### [PROBLEM DETAILS]
Exactly those lines that run from the one containing "return page_of(found, order=RUN_ORDERS[order], cursor=cursor)" through the last line of the entries below should be printed, and no others.

Segment Open

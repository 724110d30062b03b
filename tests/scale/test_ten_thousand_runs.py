"""Ten thousand runs and a thousand fits: what pages, endpoints and filters cost in queries, time and bytes."""

from __future__ import annotations

import io
from collections.abc import Callable, Sequence
from datetime import UTC, datetime, timedelta
from typing import Any

import pyarrow.parquet as pq
import pytest
from django.db import connection
from django.test import Client
from django.test.utils import CaptureQueriesContext
from django.urls import URLPattern, reverse
from django.utils import timezone

from api import urls as api_urls
from kinetics_db.fits.models import Fit
from kinetics_db.jobs.models import Job
from kinetics_db.measurements.rows import RunRow, run_rows
from kinetics_db.paging import Page, page_of
from kinetics_db.projects.services import create_project
from kinetics_db.runs.models import Run
from kinetics_db.runs.query import RUN_ORDERS, RunQuery, runs_found
from kinetics_db.web import urls as web_urls
from tests.factories.many import FIRST_DAY, concentration, kelvin
from tests.scale import bare
from tests.scale.by_hand import parquet_by_hand
from tests.scale.lists import (
    ENDPOINT_LISTS,
    ENDPOINTS_WITH_A_BOUND,
    MOST_QUERIES,
    OTHER_ENDPOINTS,
    OTHER_PAGES,
    PAGE_LISTS,
    PAGES_WITH_A_BOUND,
)
from tests.scale.reading import bytes_of_first_visit, next_page
from tests.scale.timing import is_quick, times_slower
from tests.scale.world import MECHANISMS, RUNS, TABLES, VERSIONS, World

pytestmark = [pytest.mark.postgresql, pytest.mark.django_db]

LARGEST_VISIT = 500_000
REQUESTS = 40
SLOWEST_PAGE = 0.5
SLOWEST_ROWS = 0.05
FILTERS = (
    "",
    "[A]0 50..60 mM",
    "[A]0 50..60 mM, 30..50 degC",
    "[A]0 1 mM, [B]0 2 mM, 20 degC, no control, after 2026-02-01",
    "M00999",
    "m0099",
    "control blank",
    "has table",
    "no table",
    "[nothing]0",
    "code nothing",
    "by nobody",
    "after 2026-01-05, before 2026-01-06",
)
"""Among them those that find nearly all and those that find nothing, for which no page can end early."""


def address(world: World, patterns: Sequence[Any], name: str, query: str = "") -> str:
    pattern = next(p for p in patterns if isinstance(p, URLPattern) and p.name == name)
    needed = {key: world.keys[key] for key in pattern.pattern.converters}
    space = "api" if patterns is api_urls.urlpatterns else "web"
    return reverse(f"{space}:{name}", kwargs=needed) + (f"?{query}" if query else "")


def queries_of(client: Client, where: str) -> tuple[list[str], Any]:
    """What an address asks the database, and its answer."""
    with CaptureQueriesContext(connection) as asked:
        response = client.get(where)
    assert response.status_code == 200, where
    return [q["sql"][:200] for q in asked], response


# Every list


def test_the_tables_know_every_page_and_every_endpoint() -> None:
    pages = {*PAGE_LISTS, *PAGES_WITH_A_BOUND, *OTHER_PAGES}
    endpoints = {*ENDPOINT_LISTS, *ENDPOINTS_WITH_A_BOUND, *OTHER_ENDPOINTS}
    assert {p.name for p in web_urls.urlpatterns} == pages
    assert {p.name for p in api_urls.urlpatterns} == endpoints


def test_every_endpoint_that_is_described_as_a_list_is_in_the_table() -> None:
    from drf_spectacular.generators import SchemaGenerator

    described = SchemaGenerator().get_schema(request=None, public=True)["paths"]
    paged = {
        path
        for path, methods in described.items()
        if any(p["name"] == "cursor" for p in methods.get("get", {}).get("parameters", ()))
    }
    assert len(paged) == len(ENDPOINT_LISTS) + len(ENDPOINTS_WITH_A_BOUND), sorted(paged)


@pytest.mark.usefixtures("nothing_kept")
@pytest.mark.parametrize("name", PAGE_LISTS)
def test_every_page_of_a_list_takes_few_queries(world: World, browser: Client, name: str) -> None:
    first_and_later_pages_cost_the_same(browser, address(world, web_urls.urlpatterns, name))


@pytest.mark.usefixtures("nothing_kept")
@pytest.mark.parametrize("name", ENDPOINT_LISTS)
def test_every_list_of_rest_takes_few_queries(world: World, browser: Client, name: str) -> None:
    # With the session, as through a token only that token is listed.
    first_and_later_pages_cost_the_same(
        browser, address(world, api_urls.urlpatterns, name, ENDPOINT_LISTS[name])
    )


def first_and_later_pages_cost_the_same(client: Client, where: str) -> None:
    client.get("/")  # the session is in the cache
    first, response = queries_of(client, where)
    later = next_page(where, response)
    assert later is not None, "the world has no second page of this list"
    second, _ = queries_of(client, later)
    assert len(first) <= MOST_QUERIES, "\n".join(first)
    assert len(second) == len(first), "\n".join(second)


@pytest.mark.parametrize("name", PAGES_WITH_A_BOUND)
def test_pages_of_many_things_take_few_queries_and_little_time(
    world: World, browser: Client, name: str
) -> None:
    where = address(world, web_urls.urlpatterns, name, "open=" if name == "under-way" else "")
    browser.get("/")
    queries, _ = queries_of(browser, where)
    assert len(queries) <= PAGES_WITH_A_BOUND[name], "\n".join(queries)
    assert is_quick(lambda: browser.get(where), seconds=SLOWEST_PAGE)


@pytest.mark.parametrize("name", ENDPOINTS_WITH_A_BOUND)
def test_endpoints_of_many_things_take_few_queries(world: World, script: Client, name: str) -> None:
    query, most = ENDPOINTS_WITH_A_BOUND[name]
    where = address(world, api_urls.urlpatterns, name, query)
    script.get(where)  # notes that the token was used
    assert len(queries_of(script, where)[0]) <= most


def test_a_first_visit_of_any_page_is_small(world: World, browser: Client) -> None:
    sizes = {}
    for pattern in web_urls.urlpatterns:
        if not set(pattern.pattern.converters) <= set(world.keys):
            continue
        response = browser.get(address(world, web_urls.urlpatterns, pattern.name))
        if response.status_code == 200 and response.headers["Content-Type"].startswith("text/html"):
            sizes[pattern.name] = bytes_of_first_visit(response)
    print(*sorted(sizes.items(), key=lambda found: -found[1]), sep="\n")  # noqa: T201
    assert {*PAGE_LISTS, "home", "project", "evidence", "run", "fit", "dataset", "version"} <= set(sizes)
    assert max(sizes.values()) < LARGEST_VISIT, sizes


# Time


@pytest.mark.parametrize("query", ["", "by=oldest"])
def test_a_page_of_runs_takes_three_times_a_bare_page_at_most(
    world: World, browser: Client, settings: Any, query: str
) -> None:
    """``oldest`` begins with runs that have tables, so its page has fifty small curves."""
    settings.ROOT_URLCONF = "tests.scale.bare"
    assert slower_than_bare(browser, f"/projects/big/runs/?{query}", "page") <= 3


@pytest.mark.parametrize("query", ["", "order=oldest"])
def test_a_page_of_runs_over_rest_takes_three_times_a_bare_answer_at_most(
    world: World, script: Client, settings: Any, query: str
) -> None:
    settings.ROOT_URLCONF = "tests.scale.bare"
    assert slower_than_bare(script, f"/api/v1/runs/?{query}", "endpoint") <= 3


def slower_than_bare(client: Client, where: str, kind: str) -> float:
    """Against a view that answers the same bytes, behind the same login or token and the same middleware."""
    bare.READY[kind] = client.get(where).content
    same = f"/bare/{kind}/"
    assert client.get(same).content == bare.READY[kind] and len(bare.READY[kind]) > 10_000
    ours, bares = [lambda: client.get(where)] * REQUESTS, [lambda: client.get(same)] * REQUESTS
    return times_slower(ours, bares, allowed=3)


def test_what_is_written_shows_at_once(world: World, browser: Client, script: Client) -> None:
    """Pages that are kept are kept only as long as nothing has been written."""
    places = ((browser, "/projects/big/runs/"), (script, "/api/v1/runs/"))
    before = [client.get(where).content for client, where in places]
    assert [client.get(where).content for client, where in places][1] == before[1]
    Run.objects.filter(code=f"M{RUNS - 1:06d}").update(sealed=timezone.now())
    create_project(user=world.owner, slug="another", name="Whatever is written")
    for client, where in places:
        assert b"sealed" in client.get(where).content.replace(b'"sealed":null', b"")


def test_no_page_of_a_walk_costs_more_than_the_first_ones(world: World, db: None) -> None:
    cursors: list[str | None] = [None]
    while (page := page_of_runs(world, cursor=cursors[-1])).next:
        cursors.append(page.next)
    assert len(cursors) == (RUNS + 2 + 49) // 50

    def shown(cursor: str | None) -> Callable[[], object]:
        return lambda: run_rows(page_of_runs(world, cursor=cursor).items)

    begin, end = [shown(c) for c in cursors[:10]] * 2, [shown(c) for c in cursors[-10:]] * 2
    assert times_slower(end, begin, allowed=2) <= 2


def test_a_filtered_page_with_all_that_its_rows_show_takes_less_than_50_ms(world: World, db: None) -> None:
    for text in FILTERS:
        for order in ("newest", "code"):
            work = lambda text=text, order=order: rows(world, text, order)  # noqa: E731
            assert is_quick(work, seconds=SLOWEST_ROWS), (text, order)


def test_pages_over_all_projects_are_quick_too(world: World, db: None) -> None:
    def anywhere() -> list[RunRow]:
        found = runs_found(user=world.owner, query=RunQuery.from_text("[A]0 50..60 mM"))
        return run_rows(page_of(found, order=RUN_ORDERS["newest"]).items)

    assert len(anywhere()) == 50
    assert is_quick(anywhere, seconds=SLOWEST_ROWS)


@pytest.mark.usefixtures("nothing_kept")
@pytest.mark.parametrize("where", ["/projects/big/runs/?by=oldest", "/api/v1/runs/?order=oldest"])
def test_a_page_of_runs_that_is_made_anew_is_quick_too(browser: Client, where: str) -> None:
    assert is_quick(lambda: browser.get(where), seconds=2 * SLOWEST_ROWS)


@pytest.mark.parametrize("text", ["M0099", "mechanism 01", "A", "nothing at all"])
def test_searches_answer_quickly(browser: Client, text: str) -> None:
    assert is_quick(lambda: browser.get("/search/", {"q": text}), seconds=SLOWEST_PAGE, tries=10)


def test_a_dataset_over_rest_takes_three_times_reading_its_rows_by_hand_at_most(
    world: World, script: Client
) -> None:
    number = int(str(world.keys["dataset_id"]))
    where = f"/api/v1/datasets/{number}/table.parquet"
    ours, by_hand = pq.read_table(io.BytesIO(script.get(where).content)), parquet_by_hand(number)
    assert ours.equals(pq.read_table(io.BytesIO(by_hand))) and ours.num_rows == 35 * 40
    work = [lambda: script.get(where)] * REQUESTS
    assert times_slower(work, [lambda: parquet_by_hand(number)] * REQUESTS, allowed=3) <= 3


# What is shown


def test_what_is_shown_is_the_newest(world: World, browser: Client) -> None:
    page = browser.get("/projects/big/").content.decode()
    assert f"{RUNS - TABLES + 1} for their instrument files" in page  # and the pattern run
    assert f"mechanism {MECHANISMS - 1:03d} v{VERSIONS}" in page
    assert f"{MECHANISMS * VERSIONS + 1 - 6} older versions are not shown here" in page
    grid = browser.get("/projects/big/evidence/").content.decode()
    assert grid.count('class="cell ') == 50 * 12


def test_work_asked_for_today_shows_among_a_thousand_fits(world: World, browser: Client) -> None:
    newest = Fit.objects.latest("pk")
    Job.objects.filter(subject_id=newest.pk).update(state="waiting", finished=None)
    Run.objects.filter(code="M009999").update(created=timezone.now() + timedelta(days=1))
    page = browser.get("/projects/big/").content.decode()
    assert f"?open={newest.pk}" in page
    assert page.index("M009999") < page.index("M009998")


def test_filters_find_exactly_what_was_put_in(world: World, db: None) -> None:
    expected = {
        f"M{i:06d}"
        for i in range(RUNS)
        if 0.0495 <= concentration(i) <= 0.0605 and 303.1 <= kelvin(i) <= 323.2 and i % 10
    }
    query = RunQuery.from_text("[A]0 49.5..60.5 mM, 303..324 K, no control, code m0")
    found = runs_found(user=world.owner, query=query)
    assert set(found.values_list("code", flat=True)) == expected
    assert len(expected) > 100


def test_days_cut_the_list_where_they_should(world: World, db: None) -> None:
    query = RunQuery.from_text("after 2026-01-05, before 2026-01-06, code M0")
    days = runs_found(user=world.owner, query=query).values_list("created", flat=True)
    assert min(days) >= datetime(2026, 1, 5, tzinfo=UTC) > FIRST_DAY
    assert max(days) < datetime(2026, 1, 6, tzinfo=UTC)
    assert len(days) == pytest.approx(24 * 60 / 17, abs=1)


def page_of_runs(world: World, text: str = "", order: str = "newest", cursor: str | None = None) -> Page[Run]:
    found = runs_found(user=world.owner, query=RunQuery.from_text(text), project_id=world.project.pk)
    return page_of(found, order=RUN_ORDERS[order], cursor=cursor)


def rows(world: World, *about: str) -> Sequence[RunRow]:
    return run_rows(page_of_runs(world, *about).items)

Segment Closed

### [SOLUTION]
    return page_of(found, order=RUN_ORDERS[order], cursor=cursor)


def rows(world: World, *about: str) -> Sequence[RunRow]:
    return run_rows(page_of_runs(world, *about).items)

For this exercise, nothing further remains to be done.